Start of Information shown

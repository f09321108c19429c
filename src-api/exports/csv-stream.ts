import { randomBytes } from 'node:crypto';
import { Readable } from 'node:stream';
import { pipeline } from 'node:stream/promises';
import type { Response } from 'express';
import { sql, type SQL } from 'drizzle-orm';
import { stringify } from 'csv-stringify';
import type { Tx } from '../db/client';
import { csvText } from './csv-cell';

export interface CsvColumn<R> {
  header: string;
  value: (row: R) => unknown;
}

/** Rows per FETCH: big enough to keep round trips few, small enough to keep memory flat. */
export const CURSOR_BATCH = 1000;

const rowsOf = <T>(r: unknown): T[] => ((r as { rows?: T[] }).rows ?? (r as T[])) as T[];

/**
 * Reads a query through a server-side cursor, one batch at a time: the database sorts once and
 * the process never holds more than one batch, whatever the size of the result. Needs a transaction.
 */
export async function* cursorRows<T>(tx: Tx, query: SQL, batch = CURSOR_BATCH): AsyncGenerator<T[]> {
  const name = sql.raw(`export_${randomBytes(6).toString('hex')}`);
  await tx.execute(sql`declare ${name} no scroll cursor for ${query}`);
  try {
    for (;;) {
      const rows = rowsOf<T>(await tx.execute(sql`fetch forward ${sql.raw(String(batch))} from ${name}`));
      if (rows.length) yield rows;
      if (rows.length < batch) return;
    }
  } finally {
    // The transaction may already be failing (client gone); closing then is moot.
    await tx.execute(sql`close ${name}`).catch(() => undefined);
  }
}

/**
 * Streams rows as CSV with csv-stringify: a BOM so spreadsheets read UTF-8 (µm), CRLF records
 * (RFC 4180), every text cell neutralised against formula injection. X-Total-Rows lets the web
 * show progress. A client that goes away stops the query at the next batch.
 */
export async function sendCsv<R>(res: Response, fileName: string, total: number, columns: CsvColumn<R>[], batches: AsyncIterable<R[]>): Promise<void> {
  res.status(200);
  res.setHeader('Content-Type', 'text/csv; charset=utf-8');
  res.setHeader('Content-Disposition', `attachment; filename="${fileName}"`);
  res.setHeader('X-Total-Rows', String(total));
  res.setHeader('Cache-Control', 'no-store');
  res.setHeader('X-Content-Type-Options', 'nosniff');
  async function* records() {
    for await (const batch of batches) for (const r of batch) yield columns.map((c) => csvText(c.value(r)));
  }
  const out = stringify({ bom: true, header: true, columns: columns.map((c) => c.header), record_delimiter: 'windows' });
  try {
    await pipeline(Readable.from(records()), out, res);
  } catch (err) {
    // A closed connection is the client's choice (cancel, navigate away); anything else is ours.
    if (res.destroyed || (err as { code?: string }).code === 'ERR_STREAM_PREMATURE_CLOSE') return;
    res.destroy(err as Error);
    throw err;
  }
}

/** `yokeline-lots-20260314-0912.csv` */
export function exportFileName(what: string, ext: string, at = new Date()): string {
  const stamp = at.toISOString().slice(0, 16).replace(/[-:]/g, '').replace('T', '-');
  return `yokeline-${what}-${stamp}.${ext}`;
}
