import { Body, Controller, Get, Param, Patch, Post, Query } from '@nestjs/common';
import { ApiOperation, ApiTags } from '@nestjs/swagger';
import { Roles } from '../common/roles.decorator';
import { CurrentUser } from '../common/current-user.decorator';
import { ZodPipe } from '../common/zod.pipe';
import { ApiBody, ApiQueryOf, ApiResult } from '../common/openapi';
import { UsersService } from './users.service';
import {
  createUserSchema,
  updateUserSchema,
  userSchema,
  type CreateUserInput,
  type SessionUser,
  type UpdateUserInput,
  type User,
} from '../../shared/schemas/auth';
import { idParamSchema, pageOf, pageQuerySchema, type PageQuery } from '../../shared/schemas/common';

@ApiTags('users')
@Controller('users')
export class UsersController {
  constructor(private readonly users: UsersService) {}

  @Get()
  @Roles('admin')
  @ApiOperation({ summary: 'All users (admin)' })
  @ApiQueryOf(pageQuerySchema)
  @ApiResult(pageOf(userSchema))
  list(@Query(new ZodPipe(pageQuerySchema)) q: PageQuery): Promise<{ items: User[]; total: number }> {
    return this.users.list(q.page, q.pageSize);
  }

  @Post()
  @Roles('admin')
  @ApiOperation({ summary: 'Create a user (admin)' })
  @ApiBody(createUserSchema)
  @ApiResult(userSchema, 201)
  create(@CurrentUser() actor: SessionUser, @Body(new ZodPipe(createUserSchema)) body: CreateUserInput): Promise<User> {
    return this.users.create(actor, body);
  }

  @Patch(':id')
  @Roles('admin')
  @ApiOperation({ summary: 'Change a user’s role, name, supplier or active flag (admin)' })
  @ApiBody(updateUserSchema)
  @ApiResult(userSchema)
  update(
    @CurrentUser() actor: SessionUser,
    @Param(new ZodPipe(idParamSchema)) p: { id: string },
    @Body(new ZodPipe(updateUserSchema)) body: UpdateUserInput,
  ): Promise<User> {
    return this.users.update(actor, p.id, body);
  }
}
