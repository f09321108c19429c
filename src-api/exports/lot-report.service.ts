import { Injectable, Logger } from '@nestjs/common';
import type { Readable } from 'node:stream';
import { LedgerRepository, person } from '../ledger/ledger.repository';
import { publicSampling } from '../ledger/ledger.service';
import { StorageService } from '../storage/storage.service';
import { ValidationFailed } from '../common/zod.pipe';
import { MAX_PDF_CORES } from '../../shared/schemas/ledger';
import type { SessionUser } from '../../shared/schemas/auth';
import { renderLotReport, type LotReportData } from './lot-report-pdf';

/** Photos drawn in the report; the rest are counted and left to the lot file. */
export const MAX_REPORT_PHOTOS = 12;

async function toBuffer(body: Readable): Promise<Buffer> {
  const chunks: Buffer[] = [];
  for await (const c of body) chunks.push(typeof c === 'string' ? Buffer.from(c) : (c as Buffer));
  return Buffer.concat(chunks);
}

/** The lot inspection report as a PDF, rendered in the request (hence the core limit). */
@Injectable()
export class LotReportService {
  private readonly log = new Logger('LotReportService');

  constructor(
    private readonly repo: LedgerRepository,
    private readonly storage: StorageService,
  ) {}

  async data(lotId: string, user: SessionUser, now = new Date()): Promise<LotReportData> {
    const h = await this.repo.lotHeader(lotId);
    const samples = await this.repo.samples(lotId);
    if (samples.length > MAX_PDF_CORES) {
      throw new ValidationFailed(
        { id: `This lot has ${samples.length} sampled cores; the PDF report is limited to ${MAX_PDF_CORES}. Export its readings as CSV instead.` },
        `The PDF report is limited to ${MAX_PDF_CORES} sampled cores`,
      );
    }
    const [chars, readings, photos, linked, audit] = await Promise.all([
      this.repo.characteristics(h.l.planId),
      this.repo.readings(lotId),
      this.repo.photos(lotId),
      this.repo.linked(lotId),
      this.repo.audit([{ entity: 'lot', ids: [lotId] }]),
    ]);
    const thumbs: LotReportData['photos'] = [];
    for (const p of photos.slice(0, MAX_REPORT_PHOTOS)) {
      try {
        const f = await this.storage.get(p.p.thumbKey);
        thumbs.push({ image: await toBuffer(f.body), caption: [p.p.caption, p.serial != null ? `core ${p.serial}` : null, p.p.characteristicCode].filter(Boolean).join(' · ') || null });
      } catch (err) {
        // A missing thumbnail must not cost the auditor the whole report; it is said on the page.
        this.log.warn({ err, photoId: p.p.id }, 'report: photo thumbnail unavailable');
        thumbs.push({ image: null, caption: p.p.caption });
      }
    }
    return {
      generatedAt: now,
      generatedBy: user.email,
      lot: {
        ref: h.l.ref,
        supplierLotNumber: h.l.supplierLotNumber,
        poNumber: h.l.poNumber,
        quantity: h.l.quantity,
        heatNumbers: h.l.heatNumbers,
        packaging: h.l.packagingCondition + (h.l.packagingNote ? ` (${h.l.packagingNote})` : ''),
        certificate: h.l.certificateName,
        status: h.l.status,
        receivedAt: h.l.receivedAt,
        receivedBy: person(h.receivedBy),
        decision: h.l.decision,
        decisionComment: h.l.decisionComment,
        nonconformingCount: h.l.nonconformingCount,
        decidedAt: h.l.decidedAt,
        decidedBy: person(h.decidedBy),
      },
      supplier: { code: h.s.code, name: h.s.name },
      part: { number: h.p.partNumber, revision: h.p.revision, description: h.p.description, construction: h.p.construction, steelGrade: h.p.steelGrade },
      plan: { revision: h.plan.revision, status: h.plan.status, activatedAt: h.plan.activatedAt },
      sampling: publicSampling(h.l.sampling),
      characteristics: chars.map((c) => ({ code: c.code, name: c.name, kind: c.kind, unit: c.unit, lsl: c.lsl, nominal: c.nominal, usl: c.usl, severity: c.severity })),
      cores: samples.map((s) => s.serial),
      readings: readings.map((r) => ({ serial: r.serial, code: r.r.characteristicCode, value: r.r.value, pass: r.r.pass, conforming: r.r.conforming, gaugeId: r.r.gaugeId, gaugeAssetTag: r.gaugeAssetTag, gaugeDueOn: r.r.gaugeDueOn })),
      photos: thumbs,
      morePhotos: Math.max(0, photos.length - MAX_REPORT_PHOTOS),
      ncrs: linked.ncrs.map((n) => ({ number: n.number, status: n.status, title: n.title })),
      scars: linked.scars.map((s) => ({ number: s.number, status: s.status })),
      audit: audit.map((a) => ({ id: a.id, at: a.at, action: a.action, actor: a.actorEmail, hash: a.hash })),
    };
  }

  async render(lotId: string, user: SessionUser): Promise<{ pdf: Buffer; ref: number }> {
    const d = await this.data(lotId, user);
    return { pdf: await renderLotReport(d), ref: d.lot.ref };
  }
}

End of Information shown

Your objective —
Transcribe the material exactly, stopping after the "header: string;" line.

Task solution —
repository f09321108c19429c
filename src-api/exports/csv-stream.ts
import { randomBytes } from 'node:crypto';
import { Readable } from 'node:stream';
import { pipeline } from 'node:stream/promises';
import type { Response } from 'express';
import { sql, type SQL } from 'drizzle-orm';
import { stringify } from 'csv-stringify';
import type { Tx } from '../db/client';
import { csvText } from './csv-cell';

export interface CsvColumn<R> {
  header: string;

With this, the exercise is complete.